# What is being asked
Check each line of the material below for "made", then copy the ones that contain it.
* * *
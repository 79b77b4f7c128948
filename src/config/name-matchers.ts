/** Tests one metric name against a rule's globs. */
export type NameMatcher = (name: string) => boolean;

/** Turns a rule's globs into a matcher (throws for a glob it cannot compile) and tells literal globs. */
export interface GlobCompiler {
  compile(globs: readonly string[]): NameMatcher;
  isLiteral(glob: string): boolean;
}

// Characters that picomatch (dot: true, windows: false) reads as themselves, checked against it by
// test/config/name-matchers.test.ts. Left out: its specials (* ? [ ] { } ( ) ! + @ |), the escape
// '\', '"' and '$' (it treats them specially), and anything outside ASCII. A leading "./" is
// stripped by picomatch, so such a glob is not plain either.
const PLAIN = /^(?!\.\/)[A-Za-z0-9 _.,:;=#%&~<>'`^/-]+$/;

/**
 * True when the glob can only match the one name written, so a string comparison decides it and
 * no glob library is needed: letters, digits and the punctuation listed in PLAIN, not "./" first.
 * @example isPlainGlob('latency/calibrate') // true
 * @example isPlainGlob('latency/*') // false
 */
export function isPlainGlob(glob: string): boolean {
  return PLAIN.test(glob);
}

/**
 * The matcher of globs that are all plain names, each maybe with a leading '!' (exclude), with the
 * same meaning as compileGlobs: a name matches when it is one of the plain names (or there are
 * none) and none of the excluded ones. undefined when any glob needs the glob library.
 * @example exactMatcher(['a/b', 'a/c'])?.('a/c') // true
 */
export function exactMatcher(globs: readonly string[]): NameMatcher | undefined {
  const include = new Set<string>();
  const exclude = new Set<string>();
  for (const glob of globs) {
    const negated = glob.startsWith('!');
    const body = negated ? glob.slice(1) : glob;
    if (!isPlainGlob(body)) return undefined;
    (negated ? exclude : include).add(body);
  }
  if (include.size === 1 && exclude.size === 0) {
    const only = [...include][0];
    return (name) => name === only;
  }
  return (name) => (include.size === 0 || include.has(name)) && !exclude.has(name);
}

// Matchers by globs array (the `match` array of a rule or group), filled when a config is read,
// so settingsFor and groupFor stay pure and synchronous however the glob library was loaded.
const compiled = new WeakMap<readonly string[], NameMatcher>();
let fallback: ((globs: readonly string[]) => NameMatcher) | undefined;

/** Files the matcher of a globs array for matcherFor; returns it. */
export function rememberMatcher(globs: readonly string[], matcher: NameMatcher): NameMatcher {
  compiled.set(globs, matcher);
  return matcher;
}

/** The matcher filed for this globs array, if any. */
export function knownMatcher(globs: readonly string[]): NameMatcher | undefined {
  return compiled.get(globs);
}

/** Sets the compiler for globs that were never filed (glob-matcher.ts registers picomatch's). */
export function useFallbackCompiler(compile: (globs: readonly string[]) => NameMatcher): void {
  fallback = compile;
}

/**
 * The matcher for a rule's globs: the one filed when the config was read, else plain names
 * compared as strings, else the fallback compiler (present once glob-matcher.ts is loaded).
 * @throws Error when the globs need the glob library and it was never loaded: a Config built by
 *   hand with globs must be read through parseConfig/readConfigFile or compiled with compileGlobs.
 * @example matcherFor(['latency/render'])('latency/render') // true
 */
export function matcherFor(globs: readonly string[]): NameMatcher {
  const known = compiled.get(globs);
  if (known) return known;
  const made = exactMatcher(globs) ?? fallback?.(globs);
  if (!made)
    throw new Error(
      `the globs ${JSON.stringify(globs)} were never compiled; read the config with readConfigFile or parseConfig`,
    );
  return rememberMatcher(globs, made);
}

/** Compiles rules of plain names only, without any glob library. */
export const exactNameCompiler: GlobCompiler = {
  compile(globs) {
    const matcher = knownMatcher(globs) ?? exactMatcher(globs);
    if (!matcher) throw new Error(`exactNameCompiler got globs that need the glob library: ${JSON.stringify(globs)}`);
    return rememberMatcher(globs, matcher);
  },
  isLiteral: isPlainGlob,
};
* * *
# Reply to the task
  const made = exactMatcher(globs) ?? fallback?.(globs);
  if (!made)
  return rememberMatcher(globs, made);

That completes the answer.